In some embodiments (e.g. when employing TwistAmp Basic, TwistAmp Basic-RT, TwistAmp exo, TwistAmp exo-RT, TwistAmp fpg, and/or TwistAmp nfo), methods of invention can involve the addition of magnesium acetate to initiate the amplification reaction. Thus, in one embodiment, kits and devices of the invention comprise magnesium acetate. Magnesium acetate is typically provided at a concentration of 200-360 mM, preferably 250-210 mM, most preferably 270-290 mM. In one embodiment, magnesium acetate is provided at 280 mM.


The kits and devices of the present invention comprise at least one primer and/or probe of the invention. The primers and/or probes of the kit or device can be used to determine the presence and/or amount of Zika virus nucleic acid in a sample, according to the present invention.


The primers and/or probes of the invention may be part of an array. The primers and/or probes of the invention may be packaged separately and/or individually. The primers and/or probes of the invention may be immobilised on an inert support.


The kit or device may also comprise at least one internal standard to be used in generating profiles of the one or more Zika virus nucleic acid according to the present invention. Likewise, the internal standards can be any of the classes of compounds described above.


The kits and devices of the present invention also may contain reagents that can be used to detectably label the Zika virus nucleic acid contained in the samples from which the profiles of the Zika virus nucleic acid are generated. For this purpose, the kit or device may comprise antibodies which bind to the probes and/or primers of the invention. The antibodies themselves may be detectably labelled. The kit or device also may comprise a specific binding component, such as an aptamer.

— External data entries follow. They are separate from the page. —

def step(name: str, r: dict[str, Any], ns: float) -> str:
    """One measured child: time, ns per cell and its peaks."""
    hwm = "" if r.get("vm_hwm_mb") is None else f", VmHWM {r['vm_hwm_mb']:.0f} MB"
    cpu = "" if r.get("cpu_seconds") is None else f", CPU {r['cpu_seconds']:.2f} s"
    return (f"{name}: {r['seconds']:.2f} s{cpu} ({r['seconds'] * ns:.1f} ns/cell); peak "
            f"ru_maxrss {r['peak_mb']:.0f} MB{hwm} (after its imports "
            f"{r['peak_mb_before']:.0f} MB; inherited floor {r['floor_mb']:.0f} MB)")


def report(layout: Layout, args: argparse.Namespace, generation: dict[str, Any],
           bare: dict[str, Any], analysis: dict[str, Any]) -> str:
    ns = 1e9 / layout.cells
    lines = [*machine(),
             f"cells: {layout.cells:,} ({layout.rows} x {layout.cols}), {layout.zones} zones, "
             f"chunk {args.chunk}, tiles {TILE}, compression {args.compress}, draws "
             f"{args.draws}",
             f"GDAL_CACHEMAX={args.gdal_cachemax} (MB) in each child's environment; each step "
             "below ran in a child process of its own (subprocess), times without imports",
             step("generation", generation, ns),
             step("bare pass (read + multiply-add, one thread)", bare, ns),
             f"analysis measured: {analysis['mode']}",
             step("analysis", analysis, ns)]
    cpu_parts = analysis.get("cpu_parts", {})
    lines += [f"  {name}: {s:.2f} s ({s * ns:.1f} ns/cell)"
              + (f", CPU {cpu_parts[name]:.2f} s" if name in cpu_parts else "")
              for name, s in analysis["parts"].items()]
    lines += [f"  {line}" for line in analysis.get("notes", [])]
    if "check" in analysis:
        lines.append(f"  check: {analysis['check']}")
    ratio = analysis["seconds"] / bare["seconds"]
    if bare.get("cpu_seconds") and analysis.get("cpu_seconds"):
        lines.append(f"CPU ratio analysis / bare pass: "
                     f"{analysis['cpu_seconds'] / bare['cpu_seconds']:.2f} (the analysis uses "
                     "every core, the bare pass one; on a loaded machine the CPU times are the "
                     "steadier figures)")
    lines.append(f"load average (1, 5, 15 min): {' '.join(f'{v:.2f}' for v in os.getloadavg())}")
    lines.append(f"ratio analysis / bare pass: {ratio:.2f} (goal <= 3); peak ru_maxrss bare "
                 f"{bare['peak_mb']:.0f} MB, analysis {analysis['peak_mb']:.0f} MB (goal < 2048)")
    return "\n".join(lines)


def parse_args(argv: list[str] | None = None) -> argparse.Namespace:
    from doseattr.analysis.grid_inputs import DEFAULT_CHUNK

    p = argparse.ArgumentParser(description=__doc__.split("\n\n")[0] if __doc__ else None)
    p.add_argument("--side", type=int, default=10_000, help="cells per side (default 10000)")
    p.add_argument("--smoke", action="store_true", help=f"a quick run: --side {SMOKE_SIDE}")
    p.add_argument("--zones", type=int, default=100, help="zones, a perfect square")
    p.add_argument("--draws", type=int, default=1000)
    p.add_argument("--chunk", type=int, default=DEFAULT_CHUNK, help="[grid] chunk and the bare "
                   "pass's window side")
    p.add_argument("--folder", help="where the temporary folder goes (default: the system's)")
    p.add_argument("--keep", action="store_true", help="keep the generated files")
    p.add_argument("--reuse", metavar="DIR", help="use the files in DIR (generated there, and "
                   "kept, when DIR holds none yet): repeated runs skip the generation; the "
                   "files must have been made with the same --side, --zones, --chunk, --draws")
    p.add_argument("--compress", choices=("none", "deflate"), default="none")
    p.add_argument("--gdal-cachemax", type=int, default=64, help="MB, for the children")
    p.add_argument("--child", choices=("generate", "bare", "analysis"), help=argparse.SUPPRESS)
    args = p.parse_args(argv)
    if args.smoke:
        args.side = SMOKE_SIDE
    return args


def main(argv: list[str] | None = None) -> None:
    args = parse_args(argv)
    if args.child:
        child(args)
        return
    layout = Layout(args.side, args.side, args.zones)
    layout.per_side  # noqa: B018  (refuses a zone count that is not a square, early)
    if args.reuse:
        folder = Path(args.reuse)
        folder.mkdir(parents=True, exist_ok=True)
        args.keep = True
    else:
        folder = Path(tempfile.mkdtemp(prefix="doseattr-grid-bench-", dir=args.folder))
    try:
        generation = (reused() if args.reuse and generated(folder)
                      else run_child("generate", args, folder))
        bare = run_child("bare", args, folder)
        analysis = run_child("analysis", args, folder)
        print(report(layout, args, generation, bare, analysis))
    finally:
        if args.keep:
            print(f"files kept in {folder}")
        else:
            shutil.rmtree(folder, ignore_errors=True)


if __name__ == "__main__":
    main()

In a preferred embodiment, a kit or device of the invention comprises forward and reverse primers of the invention. In a preferred embodiment, a kit or device of the invention comprises a probe of the invention. Most preferably, a kit or device of the invention comprises forward and reverse primers of the invention and a probe of the invention.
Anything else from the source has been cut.